Originally Posted by Warmtoast
Wearing uniform and with a rather large "professional" camera around my neck it was assumed I was an "official photographer" and I was ushered to the scaffolding erected for photographers and duly took my photographs.
I had a similar experience three decades ago watching 'The Reverend' Jesse Jackson speak outside IAM headquarters on 36th Street in Miami. Jesse had Secret Service protection as a presidential candidate and I brought a scanner radio to listen to comm traffic on the old analog channels. I guess they assumed that I was some plainclothes local law enforcement guy and I was herded inside a cordon right next to the Reverend.

Originally Posted by WHBM
82-8000 and 92-9000 are the two current 747s which came at the end of 1990. With the much larger size, an equivalent sized backup aircraft was chosen.
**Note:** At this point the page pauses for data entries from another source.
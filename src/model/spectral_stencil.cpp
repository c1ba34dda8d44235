// SPDX-License-Identifier: GPL-2.0-or-later
#include "model/spectral_stencil.h"

#include <cmath>

namespace foreglow {

Frequency SpectralStencil::frequency(std::size_t k) const {
    if (k == count / 2) return middle_;
    return Frequency::from_hz(middle_.hz() * std::exp(step_ * (static_cast<double>(k) - 2)));
}

}  // namespace foreglow
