// SPDX-License-Identifier: GPL-2.0-or-later
#include "model/component_maps.h"

#include <gtest/gtest.h>

#include <algorithm>
#include <set>

#include "support/sky_builder.h"
#include "support/threads.h"

namespace foreglow {
namespace {

using testing::channel_spec;
using testing::make_test_sky;
using testing::study_spec;
using testing::Threads;
using testing::whole_sky;

BandSum band_at(double ghz, double width) {
    return make_channels(study_spec(8, {channel_spec("x", ghz, width)})).front().band;
}

TEST(ComponentMaps, AreTheLawInEachPixel) {
    SkyModel sky = make_test_sky(8, true);
    sky.polarization->reference = Frequency::from_ghz(22.8);
    auto holed = testing::make_map(sky.grid, testing::test_index);
    holed->values[33] = undefined_pixel;
    sky.index = PixelField::of_map(holed);
    const BandSum band = band_at(70, 20);
    const auto map = make_intensity_component(sky, band);
    const auto stokes = make_polarized_component(sky, band);
    const SkyStrip strip = make_sky_strip(sky, whole_sky(sky.grid), true);
    for (std::size_t p = 0; p < map.size(); ++p) {
        if (p == 33) {
            EXPECT_FALSE(is_defined(map[p]) || is_defined(stokes.q[p]) || is_defined(stokes.u[p]));
            continue;
        }
        EXPECT_NEAR(map[p] / (strip.intensity[p] *
                              exact_band_value(band, sky.reference, strip.index[p], strip.curvature[p])),
                    1, 2e-9);
        const double f = exact_band_value(band, sky.polarization->reference, strip.index_of_polarization()[p],
                                          strip.curvature_of_polarization()[p]);
        EXPECT_NEAR(stokes.q[p], strip.q[p] * f, 2e-9 * f * 3);  // |Q|, |U| < 3 K
        EXPECT_NEAR(stokes.u[p], strip.u[p] * f, 2e-9 * f * 3);
    }
}

TEST(ComponentMaps, NeverDependOnTheThreads) {
    const SkyModel sky = make_test_sky(32, true);
    const BandSum band = band_at(70, 20);
    std::vector<double> map;
    StokesComponent stokes;
    for (const int threads : {1, 2, 3}) {
        const Threads set(threads);
        const auto again = make_intensity_component(sky, band);
        const auto stokes_again = make_polarized_component(sky, band);
        if (threads > 1) {
            EXPECT_EQ(again, map);
            EXPECT_EQ(stokes_again.q, stokes.q);
            EXPECT_EQ(stokes_again.u, stokes.u);
        }
        map = again;
        stokes = stokes_again;
    }
}

TEST(SkySample, TakesPixelsEvenlyWithTheirDirections) {
    const SkyModel sky = make_test_sky(16, true);
    const SkySample sample = make_sky_sample(sky, 512, true);  // every sixth of 3072
    ASSERT_EQ(sample.directions.size(), 512U);
    ASSERT_EQ(sample.values.intensity.size(), 512U);
    ASSERT_EQ(sample.values.curvature_of_polarization().size(), 512U);
    std::set<std::int64_t> seen;
    Vector3 mean{};
    for (std::size_t i = 0; i < 512; ++i) {
        const Vector3& n = sample.directions[i];
        EXPECT_EQ(sample.values.intensity[i], testing::test_brightness(n));
        EXPECT_EQ(sample.values.index[i], testing::test_index(n));
        EXPECT_EQ(sample.values.u[i], testing::test_u(n));
        seen.insert(sky.grid.pixel_at(n));
        for (std::size_t k = 0; k < 3; ++k)
            mean[k] += n[k] / 512;
    }
    EXPECT_EQ(seen.size(), 512U);
    for (const double component : mean)
        EXPECT_LT(std::abs(component), 0.03);  // a random sample would have 0.026 rms
}

TEST(SkySample, TakesAllPixelsOfASmallSky) {
    const SkyModel sky = make_test_sky(4, false);
    const SkySample sample = make_sky_sample(sky, 65536, false);
    auto values = sample.values.intensity, expected = testing::sample(sky.grid, testing::test_brightness);
    std::sort(values.begin(), values.end());
    std::sort(expected.begin(), expected.end());
    EXPECT_EQ(values, expected);
    EXPECT_TRUE(sample.values.q.empty());
}

TEST(SkyStrips, CoverTheSkyOnce) {
    const SkyModel sky = make_test_sky(8, false);
    std::vector<int> seen(768, 0);
    for_each_sky_strip(sky, false, [&](const RingStrip& strip, const SkyStrip& values) {
        EXPECT_EQ(static_cast<std::int64_t>(values.intensity.size()), pixel_count(sky.grid, strip));
        for (const PixelRange& range : pixel_ranges(sky.grid, strip))
            for (std::int64_t i = 0; i < range.count; ++i)
                ++seen[static_cast<std::size_t>(range.first_pixel + i)];
    });
    EXPECT_EQ(seen, std::vector<int>(768, 1));
}

}  // namespace
}  // namespace foreglow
29000 seems to be the favored long range Air Force One these days although I believe 28000 was used with a C-32 backup earlier this year, perhaps for maintenance considerations. The backup plane currently uses the callsign of SAM 45 (not, for example, SAM 28000 as before).

Also, for domestic trips, one of the C-32's is often used as Air Force One. Some of the C-32's have the extra comm package with the satcomm radomes on top of the fuselage for the presidential mission.